What the exercise asks:
Only the lines holding "Field" are wanted here; copy each from the listing.

━━━ Supplied records ━━━

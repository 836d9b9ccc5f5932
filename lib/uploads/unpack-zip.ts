import "server-only";
// Unpack a .zip safely: own path checks, no links, declared and actual sizes bounded, ratio bounded.
import fs from "node:fs";
import path from "node:path";
import { pipeline } from "node:stream/promises";
import yauzl, { type Entry, type ZipFile } from "yauzl";
import { AppError } from "@/lib/errors";
import type { UnpackBudget } from "./budget";
import { RATIO_FLOOR_BYTES } from "./limits";
import { safeEntryPath } from "./safe-path";

const S_IFMT = 0o170000;
const S_IFREG = 0o100000;
const S_IFDIR = 0o040000;

const openZip = (file: string) => new Promise<ZipFile>((resolve, reject) =>
  // decodeStrings off: yauzl's own name checks would throw its messages; ours name the entry and the rule.
  yauzl.open(file, { lazyEntries: true, decodeStrings: false, validateEntrySizes: true, autoClose: false }, (err, zip) => (err ? reject(err) : resolve(zip!))));

const openEntry = (zip: ZipFile, entry: Entry) => new Promise<NodeJS.ReadableStream>((resolve, reject) =>
  zip.openReadStream(entry, (err, stream) => (err ? reject(err) : resolve(stream!))));

/** Entry name: UTF-8 when the entry says so (general purpose bit 11), else bytes read as Latin-1. */
function nameOf(entry: Entry): string {
  const raw = entry.fileName as unknown as Buffer;
  return (entry.generalPurposeBitFlag & 0x800) !== 0 ? raw.toString("utf8") : raw.toString("latin1");
}

/** Unpack zip `file` (shown to the user as `label`) into the empty folder `target`. */
export async function unpackZip(file: string, label: string, target: string, budget: UnpackBudget): Promise<void> {
  let zip: ZipFile;
  try {
    zip = await openZip(file);
  } catch (err) {
    throw new AppError("invalid", `${label}: is not a readable zip archive (${(err as Error).message})`, { file: label });
  }
  const compressedTotal = fs.statSync(file).size;
  let declaredTotal = 0;
  try {
    await new Promise<void>((resolve, reject) => {
      zip.on("error", reject);
      zip.on("end", () => resolve());
      zip.on("entry", (entry: Entry) => {
        handle(entry).then(() => zip.readEntry(), reject);
      });
      zip.readEntry();
    });
  } catch (err) {
    if (err instanceof AppError) throw err;
    throw new AppError("invalid", `${label}: is a damaged zip archive (${(err as Error).message})`, { file: label });
  } finally {
    zip.close();
  }

  async function handle(entry: Entry): Promise<void> {
    const name = nameOf(entry);
    const where = `${label}: ${name}`;
    const rel = safeEntryPath(target, name, label);
    const mode = (entry.externalFileAttributes >>> 16) & S_IFMT;
    const isDir = name.endsWith("/") || mode === S_IFDIR;
    // Unix "version made by" (high byte 3) carries a mode; anything but a plain file or folder (a link, a device) is refused.
    if ((entry.versionMadeBy >> 8) === 3 && mode !== 0 && mode !== S_IFREG && mode !== S_IFDIR) {
      throw new AppError("invalid", `${where}: is ${mode === 0o120000 ? "a symbolic link" : "a special file"}; uploads may hold only plain files and folders`, { file: label, entry: name });
    }
    if (entry.isEncrypted()) throw new AppError("invalid", `${where}: is encrypted; upload unencrypted archives`, { file: label, entry: name });
    if (isDir) {
      fs.mkdirSync(path.join(target, rel), { recursive: true });
      return;
    }
    budget.addFile(where);
    declaredTotal += entry.uncompressedSize;
    const ratio = entry.uncompressedSize / Math.max(1, entry.compressedSize);
    if (entry.uncompressedSize > RATIO_FLOOR_BYTES && ratio > budget.limits.maxRatio) {
      throw new AppError("invalid", `${where}: compresses ${Math.round(ratio)}:1 (${entry.compressedSize} → ${entry.uncompressedSize} bytes), beyond the ${budget.limits.maxRatio}:1 allowed — refused as a possible zip bomb`, { file: label, entry: name });
    }
    if (declaredTotal > RATIO_FLOOR_BYTES && declaredTotal / Math.max(1, compressedTotal) > budget.limits.maxRatio) {
      throw new AppError("invalid", `${label}: unpacks to ${declaredTotal} bytes from ${compressedTotal}, beyond the ${budget.limits.maxRatio}:1 allowed — refused as a possible zip bomb`, { file: label });
    }
    budget.declare(entry.uncompressedSize, where);
    const out = path.join(target, rel);
    if (fs.existsSync(out)) throw new AppError("invalid", `${where}: appears twice in the archive`, { file: label, entry: name });
    fs.mkdirSync(path.dirname(out), { recursive: true });
    const stream = await openEntry(zip, entry);
    await pipeline(stream, budget.meter(where, entry.uncompressedSize), fs.createWriteStream(out, { flags: "wx" }));
  }
}
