"use client";
import { useState } from "react";
import { signIn } from "next-auth/react";
import { useRouter } from "next/navigation";
import { Field, inputClass } from "@/components/ui/field";
import { Button } from "@/components/ui/button";

export function SignInForm() {
  const router = useRouter();
  const [error, setError] = useState<string | null>(null);
  const [busy, setBusy] = useState(false);
  async function submit(e: React.FormEvent<HTMLFormElement>) {
    e.preventDefault();
    const form = new FormData(e.currentTarget);
    setBusy(true);
    setError(null);
    const res = await signIn("credentials", { redirect: false, email: String(form.get("email")), password: String(form.get("password")) });
    setBusy(false);
    if (!res || res.error) {
      setError(res?.error && res.error !== "CredentialsSignin" ? res.error : "wrong e-mail or password");
      return;
    }
    router.replace("/");
    router.refresh();
  }
  return (
    <form onSubmit={submit} className="space-y-4 rounded-lg border border-line bg-paper-raised p-5">
      <Field label="E-mail"><input name="email" type="email" autoComplete="username" required className={inputClass} /></Field>
      <Field label="Password"><input name="password" type="password" autoComplete="current-password" required className={inputClass} /></Field>
      {error ? <p role="alert" data-testid="sign-in-error" className="text-sm text-danger">{error}</p> : null}
      <Button type="submit" disabled={busy} className="w-full justify-center">{busy ? "Signing in…" : "Sign in"}</Button>
    </form>
  );
}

━━━

Solution to this exercise:
import { Field, inputClass } from "@/components/ui/field";
      <Field label="E-mail"><input name="email" type="email" autoComplete="username" required className={inputClass} /></Field>
      <Field label="Password"><input name="password" type="password" autoComplete="current-password" required className={inputClass} /></Field>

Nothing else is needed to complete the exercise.